── The records ──

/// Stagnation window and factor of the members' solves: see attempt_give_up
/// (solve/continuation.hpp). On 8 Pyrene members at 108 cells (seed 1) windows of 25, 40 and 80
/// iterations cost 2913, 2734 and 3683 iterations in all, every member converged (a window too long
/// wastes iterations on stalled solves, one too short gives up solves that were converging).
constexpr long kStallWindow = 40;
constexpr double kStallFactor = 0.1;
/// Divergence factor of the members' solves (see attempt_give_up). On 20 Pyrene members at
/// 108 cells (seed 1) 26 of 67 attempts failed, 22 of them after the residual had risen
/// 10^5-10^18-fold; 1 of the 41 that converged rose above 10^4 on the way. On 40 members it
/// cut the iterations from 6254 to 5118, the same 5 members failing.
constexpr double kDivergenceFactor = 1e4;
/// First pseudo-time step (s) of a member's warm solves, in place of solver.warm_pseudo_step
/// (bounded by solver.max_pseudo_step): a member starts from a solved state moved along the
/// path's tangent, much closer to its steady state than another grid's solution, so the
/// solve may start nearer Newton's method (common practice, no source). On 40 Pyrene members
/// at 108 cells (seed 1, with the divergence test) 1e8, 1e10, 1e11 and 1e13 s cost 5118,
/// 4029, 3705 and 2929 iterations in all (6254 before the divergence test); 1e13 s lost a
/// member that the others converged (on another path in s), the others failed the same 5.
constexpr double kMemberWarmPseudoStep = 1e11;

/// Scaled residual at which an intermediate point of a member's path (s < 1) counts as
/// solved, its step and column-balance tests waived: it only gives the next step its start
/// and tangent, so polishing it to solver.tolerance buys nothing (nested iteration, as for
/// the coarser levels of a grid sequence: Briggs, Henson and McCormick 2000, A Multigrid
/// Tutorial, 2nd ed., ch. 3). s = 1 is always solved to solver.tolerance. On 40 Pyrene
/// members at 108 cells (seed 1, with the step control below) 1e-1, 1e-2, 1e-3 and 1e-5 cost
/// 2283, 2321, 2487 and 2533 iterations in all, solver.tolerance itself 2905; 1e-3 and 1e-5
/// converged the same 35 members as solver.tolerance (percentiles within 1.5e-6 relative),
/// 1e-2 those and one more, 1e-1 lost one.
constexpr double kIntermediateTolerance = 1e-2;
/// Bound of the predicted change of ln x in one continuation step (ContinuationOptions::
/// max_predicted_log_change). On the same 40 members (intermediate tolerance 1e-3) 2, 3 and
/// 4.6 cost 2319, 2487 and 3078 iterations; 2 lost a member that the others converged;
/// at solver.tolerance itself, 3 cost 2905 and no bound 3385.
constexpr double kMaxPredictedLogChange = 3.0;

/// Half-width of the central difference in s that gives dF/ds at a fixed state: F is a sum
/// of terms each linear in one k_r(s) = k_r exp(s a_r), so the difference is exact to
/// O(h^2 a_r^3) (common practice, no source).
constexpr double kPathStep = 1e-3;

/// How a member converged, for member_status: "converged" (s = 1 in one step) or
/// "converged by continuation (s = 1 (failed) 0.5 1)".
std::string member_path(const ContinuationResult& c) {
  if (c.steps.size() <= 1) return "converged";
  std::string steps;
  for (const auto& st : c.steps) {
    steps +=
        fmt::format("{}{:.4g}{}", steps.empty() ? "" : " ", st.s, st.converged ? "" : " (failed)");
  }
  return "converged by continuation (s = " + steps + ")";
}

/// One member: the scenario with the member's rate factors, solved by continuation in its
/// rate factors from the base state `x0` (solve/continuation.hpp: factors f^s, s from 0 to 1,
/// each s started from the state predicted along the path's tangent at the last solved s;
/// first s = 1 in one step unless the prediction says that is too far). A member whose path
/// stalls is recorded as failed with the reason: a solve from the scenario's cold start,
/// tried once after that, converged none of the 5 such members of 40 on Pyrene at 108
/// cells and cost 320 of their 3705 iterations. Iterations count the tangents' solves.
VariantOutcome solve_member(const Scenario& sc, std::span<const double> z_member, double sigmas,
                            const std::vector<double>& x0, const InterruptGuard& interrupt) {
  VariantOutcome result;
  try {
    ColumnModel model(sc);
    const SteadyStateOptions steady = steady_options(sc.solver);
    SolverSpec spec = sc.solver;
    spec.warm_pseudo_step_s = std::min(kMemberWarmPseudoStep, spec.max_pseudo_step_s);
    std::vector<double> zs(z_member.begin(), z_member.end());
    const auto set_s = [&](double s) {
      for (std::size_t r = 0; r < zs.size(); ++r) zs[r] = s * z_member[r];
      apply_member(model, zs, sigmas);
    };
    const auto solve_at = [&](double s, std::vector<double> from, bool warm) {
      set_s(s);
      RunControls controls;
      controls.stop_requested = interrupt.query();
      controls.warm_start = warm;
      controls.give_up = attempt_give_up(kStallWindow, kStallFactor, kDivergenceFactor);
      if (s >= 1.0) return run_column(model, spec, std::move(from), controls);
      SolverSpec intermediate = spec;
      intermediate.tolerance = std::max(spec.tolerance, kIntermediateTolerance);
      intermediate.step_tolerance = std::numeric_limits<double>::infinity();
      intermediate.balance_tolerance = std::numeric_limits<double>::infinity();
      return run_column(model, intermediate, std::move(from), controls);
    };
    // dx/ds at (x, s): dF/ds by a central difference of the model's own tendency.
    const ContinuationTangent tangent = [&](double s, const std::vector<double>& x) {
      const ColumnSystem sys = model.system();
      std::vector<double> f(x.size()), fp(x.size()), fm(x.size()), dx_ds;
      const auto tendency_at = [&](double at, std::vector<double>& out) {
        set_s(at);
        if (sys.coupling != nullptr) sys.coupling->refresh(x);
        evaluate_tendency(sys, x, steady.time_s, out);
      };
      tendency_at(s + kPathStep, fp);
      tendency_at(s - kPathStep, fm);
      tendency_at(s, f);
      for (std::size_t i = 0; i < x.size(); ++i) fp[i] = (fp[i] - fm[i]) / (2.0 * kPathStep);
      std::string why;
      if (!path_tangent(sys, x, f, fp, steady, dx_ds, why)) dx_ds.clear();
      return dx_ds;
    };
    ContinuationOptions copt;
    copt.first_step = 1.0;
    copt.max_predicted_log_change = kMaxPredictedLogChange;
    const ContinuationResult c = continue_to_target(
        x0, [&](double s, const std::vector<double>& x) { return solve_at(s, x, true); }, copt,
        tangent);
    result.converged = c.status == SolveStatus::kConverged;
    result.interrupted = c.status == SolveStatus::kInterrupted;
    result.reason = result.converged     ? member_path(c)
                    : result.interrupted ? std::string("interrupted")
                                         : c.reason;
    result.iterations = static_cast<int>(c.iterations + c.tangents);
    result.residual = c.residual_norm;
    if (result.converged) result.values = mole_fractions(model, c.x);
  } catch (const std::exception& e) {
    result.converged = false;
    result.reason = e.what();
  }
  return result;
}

───

• How to complete this task:
Return the lines above precisely as they appear, beginning at the first line and ending at the line with "residual had risen", and nothing after it.

• Result of this task:
/// Stagnation window and factor of the members' solves: see attempt_give_up
/// (solve/continuation.hpp). On 8 Pyrene members at 108 cells (seed 1) windows of 25, 40 and 80
/// iterations cost 2913, 2734 and 3683 iterations in all, every member converged (a window too long
/// wastes iterations on stalled solves, one too short gives up solves that were converging).
constexpr long kStallWindow = 40;
constexpr double kStallFactor = 0.1;
/// Divergence factor of the members' solves (see attempt_give_up). On 20 Pyrene members at
/// 108 cells (seed 1) 26 of 67 attempts failed, 22 of them after the residual had risen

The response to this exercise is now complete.